# United Towing Tugs - UBoats ex-Londonderry 1949



## Derek Waller (Aug 15, 2011)

Dear All,

I am deep into research about the ex-German U-Boats in the Royal Navy post-May 1945.

During that time, there were 6 U-Boats berthed at Londonderry in early 1949.

They were then declared as surplus to Royal Navy requirements and handed over to the British Iron and Steel Corporation (BISCO) for scrapping.

BISCO then allocated each of the U-Boats to 6 separate ship-breaking yards around the UK, and United Towing was given the contract to move the U-Boats from Londonderry.

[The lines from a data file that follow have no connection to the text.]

import { describe, expect, it } from 'vitest';
import { palette } from './palette.mjs';
import { contrastRatio } from './contrast.ts';

const c = palette as Record<string, Record<string, string>>;
const white = '#ffffff';

// WCAG 2.1 AA: 4.5:1 for text, 3:1 for large text and for shapes that carry meaning (1.4.3, 1.4.11).
// The pairs are the ward board's, by day and by night (src/components/board/BoardView.tsx).
const text: [string, string, string][] = [
  ['day: tile text on an in-band tile', c.ink[900]!, white],
  ['day: labels on a tile', c.ink[500]!, white],
  ['day: labels on a below-band tile', c.ink[500]!, c.coral[50]!],
  ['day: labels on an above-band tile', c.ink[500]!, c.iris[50]!],
  ['day: empty bed', c.ink[500]!, c.ink[50]!],
  ['night: tile text', c.ink[100]!, c.ink[900]!],
  ['night: labels on a tile', c.ink[300]!, c.ink[900]!],
  ['night: empty bed', c.ink[400]!, c.ink[950]!],
  ['night: as-of line and notes', c.ink[300]!, c.ink[950]!],
];
const shapes: [string, string, string][] = [
  ['day: below-band chevron', c.coral[600]!, c.coral[50]!],
  ['day: above-band chevron', c.iris[600]!, c.iris[50]!],
  ['day: in-band dot', c.glass[600]!, white],
  ['night: below-band chevron', c.coral[300]!, c.ink[900]!],
  ['night: above-band chevron', c.iris[300]!, c.ink[900]!],
  ['night: in-band dot', c.glass[300]!, c.ink[900]!],
];

describe('board contrast (WCAG 2.1 AA)', () => {
  it('computes the published reference: black on white is 21:1', () => {
    expect(contrastRatio('#000000', white)).toBeCloseTo(21, 5);
    expect(contrastRatio(white, white)).toBe(1);
  });
  it.each(text)('%s reaches 4.5:1', (_name, fg, bg) => {
    expect(contrastRatio(fg, bg)).toBeGreaterThanOrEqual(4.5);
  });
  it.each(shapes)('%s reaches 3:1', (_name, fg, bg) => {
    expect(contrastRatio(fg, bg)).toBeGreaterThanOrEqual(3);
  });
});
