/** Ebbwatch's own palette: ink-navy and sea-glass; coral below band, violet (iris) above, sea-glass in band.
 * One source for Tailwind (tailwind.config.mjs) and the contrast checks (contrast.test.ts). */
export const palette = {
  ink: {
    50: '#f2f5f9', 100: '#e1e7f0', 200: '#c3cfe0', 300: '#97aac6', 400: '#6580a6',
    500: '#46628a', 600: '#344c6f', 700: '#283b58', 800: '#1b2a41', 900: '#121d2f', 950: '#0a111d',
  },
  glass: {
    50: '#effaf7', 100: '#d6f2ea', 200: '#aee4d6', 300: '#7fd0bd', 400: '#55b8a3',
    500: '#3b9c88', 600: '#2e7d6e', 700: '#28645a', 800: '#22504a', 900: '#1d423d',
  },
  coral: {
    50: '#fff3f0', 100: '#ffe2db', 200: '#ffc4b7', 300: '#ff9d88', 400: '#f97459',
    500: '#e8553a', 600: '#c73f27', 700: '#a3321f', 800: '#852c1e', 900: '#6d281d',
  },
  iris: {
    50: '#f5f3ff', 100: '#ebe6fe', 200: '#d8cffd', 300: '#bba9f9', 400: '#9b7bf3',
    500: '#8057e9', 600: '#6f3cd8', 700: '#5d30b6', 800: '#4d2a94', 900: '#402577',
  },
  amberline: { 100: '#fdf1d6', 400: '#e9b33f', 700: '#8a5a08' },
};
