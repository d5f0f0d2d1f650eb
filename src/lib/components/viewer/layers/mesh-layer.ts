/**
 * The part itself: the mesh (first the file's own triangles of a large binary STL, then the welded
 * mesh in their place), its coarse stand-in drawn while the camera moves, wireframe, the colourings
 * (plain, by shell, wall or gap in cells per vertex; deviation per face corner) and picking through the
 * three-mesh-bvh tree. Face subsets for the overlays share its position buffer.
 */
import {
	Box3,
	BufferAttribute,
	BufferGeometry,
	DoubleSide,
	Float32BufferAttribute,
	Group,
	Mesh,
	MeshBasicMaterial,
	OrthographicCamera,
	Scene,
	MeshLambertMaterial,
	Plane,
	Raycaster,
	Sphere,
	Triangle,
	Vector2,
	Vector3,
	type Camera,
	type Material
} from 'three';
import { pointBounds } from '$lib/mesh/bounds';
import { acceleratedRaycast, computeBoundsTree, disposeBoundsTree, MeshBVH } from 'three-mesh-bvh';
import type { BvhData } from '../protocol';
import { faceIndex } from '../overlay-draw';
import { hexRgb, MESH_COLOUR, rampColour, SHELL_COLOURS } from '../palette';
import { addLights } from './compare-layer';

BufferGeometry.prototype.computeBoundsTree = computeBoundsTree;
BufferGeometry.prototype.disposeBoundsTree = disposeBoundsTree;

/** wall, gap: thickness or gap width in target cells (setCellField). */
export type ColourMode = 'plain' | 'shells' | 'deviation' | 'wall' | 'gap';

export interface MeshHit {
	point: [number, number, number];
	face: number;
	shell: number;
	/** Deviation at the point (interpolated from the face's corners, as drawn) while the deviation colouring is shown. */
	deviation?: number;
	/** Wall thickness or gap width at the point, in cells, while that colouring is shown. */
	cells?: number;
}

const BACK_COLOUR_SCALE = 'vec3(0.62, 0.5, 0.42)';

export function meshMaterial(colour = MESH_COLOUR): MeshLambertMaterial {
	const mat = new MeshLambertMaterial({ color: colour, flatShading: true, side: DoubleSide, polygonOffset: true, polygonOffsetFactor: 1, polygonOffsetUnits: 1 });
	mat.onBeforeCompile = (shader) => {
		// Back faces (seen through holes, cuts or flipped faces) in a warm dark tone.
		shader.fragmentShader = shader.fragmentShader.replace('#include <opaque_fragment>', `if (!gl_FrontFacing) outgoingLight *= ${BACK_COLOUR_SCALE};\n#include <opaque_fragment>`);
	};
	return mat;
}

/**
 * Bounding box and sphere of a position buffer, as three.js computes them (the sphere about the
 * box's centre, through the farthest point) in two plain loops: three.js's own go through the
 * attribute's accessors and took about 100 ms of the first frame for 3 million vertices.
 */
export function positionBounds(positions: Float32Array): { box: Box3; sphere: Sphere } {
	const [x0, y0, z0, x1, y1, z1] = pointBounds(positions);
	const box = new Box3(new Vector3(x0, y0, z0), new Vector3(x1, y1, z1));
	const cx = 0.5 * (x0 + x1), cy = 0.5 * (y0 + y1), cz = 0.5 * (z0 + z1);
	let r2 = 0;
	for (let i = 0; i + 2 < positions.length; i += 3) {
		const dx = positions[i] - cx, dy = positions[i + 1] - cy, dz = positions[i + 2] - cz;
		const d2 = dx * dx + dy * dy + dz * dz;
		if (d2 > r2) r2 = d2;
	}
	if (positions.length < 3) box.makeEmpty();
	return { box, sphere: new Sphere(new Vector3(cx, cy, cz), positions.length < 3 ? -1 : Math.sqrt(r2)) };
}

/**
 * A triangle a few pixels wide in the mesh's own material and lights, for warmUp: software WebGL
 * (SwiftShader) builds a program's machine code at its first draw, not when it is linked.
 */
function warmUpScene(): { scene: Scene; camera: OrthographicCamera; mesh: Mesh } {
	const geom = new BufferGeometry();
	geom.setAttribute('position', new BufferAttribute(new Float32Array([0, 0, 0, 0.01, 0, 0, 0, 0.01, 0]), 3));
	const mesh = new Mesh(geom, meshMaterial());
	mesh.frustumCulled = false;
	const camera = new OrthographicCamera(-1, 1, 1, -1, 0.1, 10);
	camera.position.set(0, 0, 1);
	const scene = new Scene();
	addLights(scene);
	scene.add(mesh);
	return { scene, camera, mesh };
}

I know that the tug "Guardsman" towed U-953 from Londonderry to Newcastle, leaving on 30 May 49 and arriving on 6 June 49.

And that "Guardsman" also towed U-1171 from Londonderry to Sunderland, leaving on 9 June 49 and arriving on 13 June 49.

The 4 other U-Boats at Londonderry were U-712, U-1108, U-2348 and U-3017. They were towed (respectively) to Hayle in Cornwall, Briton Ferry in S Wales, Larne near Belfast, and Newport in S Wales, presumably at about the same time, though U-3017 may have been moved later in the year.

So, does anyone please know anything about these tows? Which UT tugs were involved? And on which dates did they take place?

I look forward to hearing from anyone with either long memories or do***entary evidence (or both) - please.

Yours aye

Derek


----------